I know this has been asked a million times so please bare with me. My son in law has a 1year old lab that chews on everything it don't matter if its a bottle a stick retreiving dummy, his worry is of course chewing of birds. What can he do to try and stop this. Any help would be great.


----------



## Ron Gilmore (Jan 7, 2003)

Dogs chew when bored or stressed. Exersice is the first thing to increase. I went through this with a couple dogs and all the advice given to me resulted in very little change. Increased the activity of the animal and the chewing went away.


----------



## brdhunt36 (Oct 24, 2004)

I went over to there place tonight to see how bad it was, they played fetch with a ball to wear him out he never chewed on the ball the hole time they played but as soon as they brought the dummy to throw it he would get just about to them and would lay down and start chewing on the dummy, we put a wing on it and the same thing so what would be a good thing to start with for them?
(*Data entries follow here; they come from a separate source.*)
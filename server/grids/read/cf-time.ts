import type { LayerTime } from '../grid-source'
import { LayerRefused } from '../layer-refused'
import { calendarNamed, dayMs, instantAfter } from './cf-calendar'
import { packingOf, unpackInPlace } from './cf-packing'
import { lookUp } from './cf-roles'
import { parseTimeUnits, type TimeUnits } from './cf-time-units'
import { coverageOf, periodTime } from './coverage-time'
import { plainAttributes, type RawNetcdf, type RawVariable, textOf } from './raw-netcdf'

const longestPeriodMs = 370 * dayMs

/** The times of a variable's steps, from its time axis, or from file-wide attributes when it has none. */
export function layerTimes(file: RawNetcdf, axis: RawVariable | null, name: string): LayerTime[] {
  const coverage = coverageOf(plainAttributes(file.attributes))
  if (axis === null) {
    if (coverage === null) return [{ observedAt: null, endsAt: null, hasClock: false, from: 'none' }]
    if (coverage.end === null) {
      return [{ observedAt: coverage.start, endsAt: null, hasClock: coverage.hasClock, from: 'global attribute' }]
    }
    refuseClimatology(coverage.start, coverage.end, name)
    return [periodTime(coverage.start, coverage.end, null, 'global attribute')]
  }

  const { instants, units, stored } = readInstants(file, axis)
  const bounds = readBounds(file, axis)
  // A date alone: whole days in a unit of days, and nothing else that speaks of a clock time. Midnight in seconds or
  // hours stays a clock time, since a geostationary sensor does look at midnight.
  const datesOnly = units.unitIsDay && stored.every(Number.isInteger)
  return instants.map((instant, step) => {
    const period = bounds?.[step]
    if (period && period[1] > period[0]) {
      refuseClimatology(period[0], period[1], name)
      return periodTime(period[0], period[1], instant, 'time axis')
    }
    const near = coverage?.end != null && instant >= coverage.start - dayMs && instant <= coverage.end + dayMs
    if (instants.length === 1 && coverage?.end != null && near) {
      refuseClimatology(coverage.start, coverage.end, name)
      const within = !datesOnly && instant >= coverage.start && instant <= coverage.end
      return periodTime(coverage.start, coverage.end, within ? instant : null, within ? 'time axis' : 'global attribute')
    }
    const observedAt = datesOnly ? Math.floor(instant / dayMs) * dayMs : instant
    return { observedAt, endsAt: null, hasClock: !datesOnly, from: 'time axis' }
  })
}

function readInstants(file: RawNetcdf, axis: RawVariable) {
  const unitText = textOf(axis.attributes, 'units')
  const units = unitText === null ? null : parseTimeUnits(unitText)
  if (!units) throw unknownTime(axis, `its unit "${unitText ?? 'none'}" is no length of time since a date`)
  const stored = readNumbers(file, axis, axis)
  if (units.reference.year <= 0) {
    throw new LayerRefused('climatology', `The times of ${axis.name} count from year 0, the mark of a climatology.`, {
      variable: axis.name,
      units: unitText,
    })
  }
  return { instants: toInstants(axis, units, stored), units, stored: Array.from(stored) }
}

function readNumbers(file: RawNetcdf, variable: RawVariable, axis: RawVariable): Float64Array {
  const values = file.read(variable, variable.dimensions.map(() => 0), variable.dimensions.map(({ size }) => size))
  unpackInPlace(values, packingOf(axis))
  return values
}

function toInstants(axis: RawVariable, units: TimeUnits, values: Float64Array): number[] {
  const calendarName = textOf(axis.attributes, 'calendar')
  const calendar = calendarNamed(calendarName)
  if (!calendar) throw unknownTime(axis, `its calendar "${calendarName}" is not one Offing can turn into dates`)
  return Array.from(values, (value) => {
    if (!Number.isFinite(value)) throw unknownTime(axis, 'it has missing values')
    const instant = instantAfter(calendar, units.reference, units.referenceMs, value * units.unitMs)
    if (instant === null || Math.abs(instant) > 8.64e15) {
      throw unknownTime(axis, `${value} falls on a date that does not exist (calendar ${calendar})`)
    }
    return Math.round(instant)
  })
}

function readBounds(file: RawNetcdf, axis: RawVariable): [number, number][] | null {
  const name = textOf(axis.attributes, 'bounds')
  const bounds = name === null ? null : lookUp(file, axis, name)
  const steps = axis.dimensions[0]?.size ?? 1
  const total = bounds?.dimensions.reduce((product, { size }) => product * size, 1)
  if (!bounds?.type || total !== 2 * steps) return null
  const unitText = textOf(bounds.attributes, 'units') ?? textOf(axis.attributes, 'units')
  const units = unitText === null ? null : parseTimeUnits(unitText)
  if (!units) return null
  const values = readNumbers(file, bounds, axis)
  if (values.some((value) => !Number.isFinite(value))) return null
  const instants = toInstants(axis, units, values)
  return Array.from({ length: steps }, (_, step) => [instants[2 * step]!, instants[2 * step + 1]!])
}

/** True when the variable or its time axis says that several years were folded into one (CF 7.4). */
export function isClimatological(variable: RawVariable, axis: RawVariable | null): boolean {
  if (axis && textOf(axis.attributes, 'climatology') !== null) return true
  return /\b(within|over) years\b/i.test(textOf(variable.attributes, 'cell_methods') ?? '')
}

function refuseClimatology(start: number, end: number, name: string): void {
  if (end - start <= longestPeriodMs) return
  throw new LayerRefused(
    'climatology',
    `${name} covers ${Math.round((end - start) / dayMs)} days in one step: a long-term average, not an observation.`,
    { variable: name, start: new Date(start).toISOString(), end: new Date(end).toISOString() },
  )
}

function unknownTime(axis: RawVariable, reason: string): LayerRefused {
  return new LayerRefused('unknown-time', `The time of the data cannot be told from ${axis.name}: ${reason}.`, {
    variable: axis.name,
    reason,
  })
}
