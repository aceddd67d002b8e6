import { taiAheadOfUtc, utcFromTai } from './leap-seconds'

/** A date as a calendar writes it; month and day from 1. */
export interface CalendarDate {
  year: number
  month: number
  day: number
}

export type Calendar = 'standard' | 'proleptic_gregorian' | 'julian' | 'noleap' | 'all_leap' | '360_day' | 'utc' | 'tai'

const aliases: Record<string, Calendar> = {
  standard: 'standard', gregorian: 'standard', proleptic_gregorian: 'proleptic_gregorian', julian: 'julian',
  noleap: 'noleap', '365_day': 'noleap', all_leap: 'all_leap', '366_day': 'all_leap', '360_day': '360_day',
  utc: 'utc', tai: 'tai',
}

export const dayMs = 86_400_000

export function calendarNamed(name: string | null): Calendar | null {
  return name === null ? 'standard' : (aliases[name.trim().toLowerCase()] ?? null)
}

/**
 * The instant `elapsedMs` after a reference in a calendar, as epoch milliseconds.
 * standard, julian and proleptic_gregorian count real days; utc counts leap seconds too, and tai is the clock without
 * them, turned into UTC; the others count days of their own and the date they arrive at is taken as the date it names.
 * null when a date does not exist (5 October 1582 in standard, 30 February of a 360-day year on the real calendar, UTC
 * before 1972). Source: CF conventions 4.4.1.
 */
export function instantAfter(
  calendar: Calendar,
  reference: CalendarDate,
  referenceMs: number,
  elapsedMs: number,
): number | null {
  const ms = referenceMs + elapsedMs
  const days = Math.floor(ms / dayMs)
  const rest = ms - days * dayMs
  if (calendar === 'noleap' || calendar === 'all_leap' || calendar === '360_day') {
    const first = ownDayNumber(calendar, reference)
    if (first === null) return null
    const date = ownDate(calendar, first + days)
    const realDay = gregorianDay(date)
    return realDay === null ? null : realDay * dayMs + rest
  }
  if (calendar === 'utc' || calendar === 'tai') return atomic(calendar, reference, referenceMs, elapsedMs)
  const first = realDay(calendar, reference)
  return first === null ? null : (first + days) * dayMs + rest
}

function atomic(calendar: 'utc' | 'tai', reference: CalendarDate, referenceMs: number, elapsedMs: number): number | null {
  const first = gregorianDay(reference)
  if (first === null) return null
  const start = first * dayMs + referenceMs
  if (calendar === 'tai') return utcFromTai(start + elapsedMs)
  const ahead = taiAheadOfUtc(start)
  return ahead === null ? null : utcFromTai(start + 1000 * ahead + elapsedMs)
}

function realDay(calendar: Calendar, date: CalendarDate): number | null {
  if (calendar === 'proleptic_gregorian') return gregorianDay(date)
  if (calendar === 'julian') return julianDay(date)
  const order = date.year * 10_000 + date.month * 100 + date.day
  if (order >= 1582_10_15) return gregorianDay(date)
  return order <= 1582_10_04 ? julianDay(date) : null
}

/** Days since 1970-01-01 of a date of the Gregorian calendar. */
function gregorianDay({ year, month, day }: CalendarDate): number | null {
  const date = new Date(0)
  date.setUTCFullYear(year, month - 1, day)
  const same = date.getUTCFullYear() === year && date.getUTCMonth() === month - 1 && date.getUTCDate() === day
  return same ? date.getTime() / dayMs : null
}

/** Days since 1970-01-01 (Gregorian) of a date of the Julian calendar, by the usual day-number formula. */
function julianDay({ year, month, day }: CalendarDate): number | null {
  const leap = year % 4 === 0
  if (month < 1 || month > 12 || day < 1 || day > monthLengths(leap)[month - 1]!) return null
  const shift = Math.floor((14 - month) / 12)
  const y = year + 4800 - shift
  const m = month + 12 * shift - 3
  const dayNumber = day + Math.floor((153 * m + 2) / 5) + 365 * y + Math.floor(y / 4) - 32083
  return dayNumber - 2_440_588
}

function monthLengths(leap: boolean): number[] {
  return [31, leap ? 29 : 28, 31, 30, 31, 30, 31, 31, 30, 31, 30, 31]
}

type OwnCalendar = 'noleap' | 'all_leap' | '360_day'

function ownLengths(calendar: OwnCalendar): number[] {
  return calendar === '360_day' ? Array<number>(12).fill(30) : monthLengths(calendar === 'all_leap')
}

function ownDayNumber(calendar: OwnCalendar, { year, month, day }: CalendarDate): number | null {
  const lengths = ownLengths(calendar)
  if (month < 1 || month > 12 || day < 1 || day > lengths[month - 1]!) return null
  const sum = (months: number[]) => months.reduce((total, length) => total + length, 0)
  return year * sum(lengths) + sum(lengths.slice(0, month - 1)) + day - 1
}

function ownDate(calendar: OwnCalendar, dayNumber: number): CalendarDate {
  const lengths = ownLengths(calendar)
  const yearLength = lengths.reduce((total, length) => total + length, 0)
  const year = Math.floor(dayNumber / yearLength)
  let rest = dayNumber - year * yearLength
  let month = 0
  while (rest >= lengths[month]!) rest -= lengths[month++]!
  return { year, month: month + 1, day: rest + 1 }
}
Hate to see a hunting dog like this chewing up birds.


----------



## Chaws (Oct 12, 2007)

Does the dog just not come back with the bumper and lays down and starts to chew on it? If so, reinforce the here/come command. If the dog returns with it and starts to chomp on the bumper, either use a bumper that isn't as soft or reinforce the sit command when the dog starts to chomp. Has the dog been force fetched?


----------